▸ TASK INSTRUCTIONS
Filter the lines below, copying only those with the string "time".
[Opening MATERIAL PROVIDED section]
package store

import (
	"encoding/binary"
	"errors"
	"math/rand/v2"
	"os"
	"path/filepath"
	"strconv"
	"strings"
	"testing"
	"time"

	"github.com/gridloupe/gridloupe/metrics"
)

var t0 = time.Date(2026, 3, 1, 10, 0, 0, 0, time.UTC)

func TestRecordRoundTrip(t *testing.T) {
	t.Parallel()
	cases := []struct {
		name    string
		setup   *metrics.Setup
		withSeq bool
		src     string
	}{
		{"8ch all orders wye", setup8(allOrders()), true, "random values, fixed PCG seed; tolerances from binary32 precision and 0.01° rounding"},
		{"8ch 17 orders wye", setup8(orders17), true, "random values, fixed PCG seed"},
		{"8ch no sequence", setup8([]int{1, 5, 7}), false, "random values, fixed PCG seed"},
		{"single-phase", setup1([]int{1, 3, 5}), false, "random values, fixed PCG seed"},
		{"delta, two CTs", setupDelta([]int{1, 5, 7}), true, "random values, fixed PCG seed (DESIGN Delta wiring: total without phases)"},
		{"fundamental only", setup1([]int{1}), false, "random values, fixed PCG seed"},
	}
	for _, tc := range cases {
		t.Run(tc.name, func(t *testing.T) {
			t.Parallel()
			rng := rand.New(rand.NewPCG(1, 2))
			for i := range 50 {
				want := newRecord(tc.setup)
				fillRecord(want, tc.setup, rng, t0.Add(time.Duration(i)*3*time.Second+123456789), tc.withSeq)
				b, err := encodeRecord(nil, want, 7, tc.setup)
				if err != nil {
					t.Fatal(err)
				}
				if id, _ := recordLayoutID(b); id != 7 {
					t.Fatalf("layout id %d, want 7", id)
				}
				got, err := decodeRecord(b, metrics.Int3s, tc.setup)
				if err != nil {
					t.Fatal(err)
				}
				compareRecords(t, want, got)
			}
		})
	}
}

// recordSize is the closed form of the version-3 format in doc.go: seven
// float32 scalars per channel (rms, dc, thd, thd_h50, tdd, tdd_h50,
// crest_factor).
func recordSize(nch, nord, nph int, freq10s, seqV, seqI bool) int {
	n := 1 + 2 + 8 + 8 + 3 /* uvarint(30720) */ + 2 + 1 + 4
	if freq10s {
		n += 4
	}
	n += nch * (1 + 7*4 + nord*(4+2))
	n++
	n += nph * (1 + 11*4)
	if nph > 0 {
		n += 11 * 4
	}
	for _, b := range []bool{seqV, seqI} {
		if b {
			n += nord * 3 * 4
		}
	}
	return n + 2*4
}

func TestRecordBudget(t *testing.T) {
	t.Parallel()
	cases := []struct {
		name   string
		orders []int
		budget int
		src    string
	}{
		{"8ch 50 orders", allOrders(), RecordBudget8Ch50, "budget stated in doc.go"},
		{"8ch 17 orders", orders17, 1700, "1,677 bytes by the closed form in doc.go, rounded up"},
	}
	for _, tc := range cases {
		t.Run(tc.name, func(t *testing.T) {
			t.Parallel()
			s := setup8(tc.orders)
			r := newRecord(s)
			fillRecord(r, s, rand.New(rand.NewPCG(3, 4)), t0, true)
			r.HasFreq10s = true
			b, err := encodeRecord(nil, r, 1, s)
			if err != nil {
				t.Fatal(err)
			}
			t.Logf("%s: %d bytes per record", tc.name, len(b))
			// src: README "The store" quotes the measured size; it must be this one
			if readme := readmeText(t); !strings.Contains(readme, thousands(len(b))) {
				t.Errorf("README \"The store\" does not quote the measured %s bytes (%s)", thousands(len(b)), tc.name)
			}
			if want := recordSize(8, len(tc.orders), 3, true, true, true); len(b) != want {
				t.Errorf("%d bytes, closed form says %d", len(b), want)
			}
			if len(b) > tc.budget {
				t.Errorf("%d bytes, budget %d", len(b), tc.budget)
			}
		})
	}
}

func TestEncodeRejectsMismatch(t *testing.T) {
	t.Parallel()
	s := setup8([]int{1, 5, 7})
	cases := []struct {
		name  string
		build *metrics.Setup // layout the record is sized for
		mod   func(r *metrics.Record)
		src   string
	}{
		{"orders differ", setup8([]int{1, 5, 11}), func(*metrics.Record) {}, "layout contract: H follows Setup.Orders"},
		{"channel count", s, func(r *metrics.Record) { r.Channels = r.Channels[:2] }, "layout contract: Channels follows Setup.Channels"},
		{"sequence length", s, func(r *metrics.Record) { r.SeqV = make([]metrics.Seq, 2) }, "layout contract: SeqV per Setup.Orders"},
		{"four phases", s, func(r *metrics.Record) { r.Phases = append(r.Phases, r.Phases[0]) }, "at most phases a, b, c"},
	}
	for _, tc := range cases {
		t.Run(tc.name, func(t *testing.T) {
			r := newRecord(tc.build)
			fillRecord(r, tc.build, rand.New(rand.NewPCG(5, 6)), t0, true)
			tc.mod(r)
			if _, err := encodeRecord(nil, r, 1, s); !errors.Is(err, ErrBadLayout) {
				t.Errorf("got %v, want ErrBadLayout", err)
			}
		})
	}
}

func TestDecodeRejectsDamage(t *testing.T) {
	t.Parallel()
	s := setup8(orders17)
	r := newRecord(s)
	fillRecord(r, s, rand.New(rand.NewPCG(7, 8)), t0, true)
	b, err := encodeRecord(nil, r, 1, s)
	if err != nil {
		t.Fatal(err)
	}
	cases := []struct {
		name string
		data []byte
		src  string
	}{
		{"truncated", b[:len(b)-1], "format: fixed length per layout"},
		{"trailing byte", append(append([]byte(nil), b...), 0), "format: fixed length per layout"},
		{"bad version", append([]byte{9}, b[1:]...), "format: leading version byte 1"},
		{"empty", nil, "format"},
	}
	for _, tc := range cases {
		t.Run(tc.name, func(t *testing.T) {
			if _, err := decodeRecord(tc.data, metrics.Int3s, s); !errors.Is(err, ErrCorrupt) {
				t.Errorf("got %v, want ErrCorrupt", err)
			}
		})
	}
}

func FuzzDecode(f *testing.F) {
	s := setup8([]int{1, 3, 5})
	rng := rand.New(rand.NewPCG(9, 10))
	for i := range 4 {
		r := newRecord(s)
		fillRecord(r, s, rng, t0, i%2 == 0)
		b, err := encodeRec(nil, r, 1, s, i >= 2) // two full, two slim (codec3s.go)
		if err != nil {
			f.Fatal(err)
		}
		f.Add(b)
	}
	f.Add([]byte{1, 0, 1})
	f.Fuzz(func(t *testing.T, b []byte) {
		r, err := decodeRecord(b, metrics.Int10min, s)
		if err != nil {
			return
		}
		if len(r.Channels) != len(s.Channels) || len(r.Phases) > 3 {
			t.Fatalf("decoded record has %d channels, %d phases", len(r.Channels), len(r.Phases))
		}
	})
}

func FuzzDecodeMessage(f *testing.F) {
	v, _ := encodeMessage(nil, &Message{Topic: "gridloupe/north-weir-dc2/dc2-gw1/alarm", Payload: []byte(`{"seq":1}`), QoS: 1, Queued: t0})
	f.Add(v)
	f.Add([]byte{})
	f.Fuzz(func(t *testing.T, b []byte) {
		m, err := decodeMessage(1, ClassEvent, b)
		if err != nil {
			return
		}
		if len(m.Topic)+len(m.Payload) > len(b) {
			t.Fatalf("decoded more bytes than given")
		}
	})
}

func FuzzLayout(f *testing.F) {
	b, _ := marshalLayout(setup8(orders17))
	f.Add(b)
	f.Add([]byte(`{"channels":[{"name":"x","kind":"voltage","phase":"a"}],"orders":[1],"wiring":"wye"}`))
	f.Fuzz(func(t *testing.T, b []byte) {
		s, err := unmarshalLayout(b)
		if err != nil {
			return
		}
		if _, err := marshalLayout(s); err != nil {
			t.Fatalf("decoded layout does not re-encode: %v", err)
		}
	})
}

// TestRecordBytes: the exported estimate matches the encoder (closed form of
// the format in doc.go, plus the 16-byte key and bbolt's leaf element).
func TestRecordBytes(t *testing.T) {
	s := setup8(allOrders())
	r := metrics.NewRecord(s)
	r.Interval, r.Start, r.DurationS, r.Samples, r.HasFreq10s = metrics.Int3s, time.Unix(1, 0), 3, 30720, true
	b, err := encodeRecord(nil, r, 1, s)
	if err != nil {
		t.Fatal(err)
	}
	if got, want := RecordBytes(s), len(b)+16+leafElemOverhead; got != want {
		t.Errorf("RecordBytes %d, encoder %d + key and leaf overhead = %d", got, len(b), want)
	}
}

// TestDeltaLayoutRoundTrip: a stored delta layout keeps its line-to-line
// channels and derives the same wattmeter elements. src: DESIGN Delta wiring.
func TestDeltaLayoutRoundTrip(t *testing.T) {
	t.Parallel()
	want := setupDelta([]int{1, 5})
	b, err := marshalLayout(want)
	if err != nil {
		t.Fatal(err)
	}
	got, err := unmarshalLayout(b)
	if err != nil {
		t.Fatal(err)
	}
	if got.Wiring != metrics.Delta || got.Channels[1].To != 'b' || got.Channels[1].Phase != 'c' ||
		len(got.Products) != 2 || got.Products[0] != want.Products[0] || got.Products[1] != want.Products[1] || !got.HasTotal() {
		t.Errorf("layout %+v, want %+v", got, want)
	}
}

// readmeText returns the repository's README.
func readmeText(t *testing.T) string {
	t.Helper()
	b, err := os.ReadFile(filepath.Join("..", "README.md"))
	if err != nil {
		t.Fatal(err)
	}
	return string(b)
}

// thousands prints n with comma thousands separators, as the README does.
func thousands(n int) string {
	s := strconv.Itoa(n)
	for i := len(s) - 3; i > 0; i -= 3 {
		s = s[:i] + "," + s[i:]
	}
	return s
}

// TestDecodeVersion2: a record written before crest_factor existed
// (version 2: six scalars per channel) decodes with crest_factor null and
// every other value intact (README "Migration notes": old stores stay
// readable).
func TestDecodeVersion2(t *testing.T) {
	t.Parallel()
	s := setup8(orders17)
	want := newRecord(s)
	fillRecord(want, s, rand.New(rand.NewPCG(5, 6)), t0, true)
	b, err := encodeRecord(nil, want, 1, s)
	if err != nil {
		t.Fatal(err)
	}
	// Rebuild the bytes as version 2 wrote them: drop each channel's
	// crest_factor (the 7th float32 after the channel's flags byte).
	off := 1 + 2 + 8 + 8
	_, n := binary.Uvarint(b[off:])
	off += n + 2 + 1 + 4
	if want.HasFreq10s {
		off += 4
	}
	v2 := append([]byte(nil), b[:off]...)
	for range s.Channels {
		chLen := 1 + 7*4 + len(s.Orders)*(4+2)
		ch := b[off : off+chLen]
		v2 = append(v2, ch[:1+6*4]...)
		v2 = append(v2, ch[1+7*4:]...)
		off += chLen
	}
	v2 = append(v2, b[off:]...)
	v2[0] = 2
	got, err := decodeRecord(v2, metrics.Int3s, s)
	if err != nil {
		t.Fatal(err)
	}
	for i := range got.Channels {
		if !metrics.IsNull(got.Channels[i].CrestFactor) {
			t.Errorf("channel %d: crest_factor %v from a version-2 record, want null", i, got.Channels[i].CrestFactor)
		}
		got.Channels[i].CrestFactor = want.Channels[i].CrestFactor
	}
	compareRecords(t, want, got)
}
[Closing MATERIAL PROVIDED section]
▸ EXERCISE ANSWER
	"time"
var t0 = time.Date(2026, 3, 1, 10, 0, 0, 0, time.UTC)
				fillRecord(want, tc.setup, rng, t0.Add(time.Duration(i)*3*time.Second+123456789), tc.withSeq)
	r.Interval, r.Start, r.DurationS, r.Samples, r.HasFreq10s = metrics.Int3s, time.Unix(1, 0), 3, 30720, true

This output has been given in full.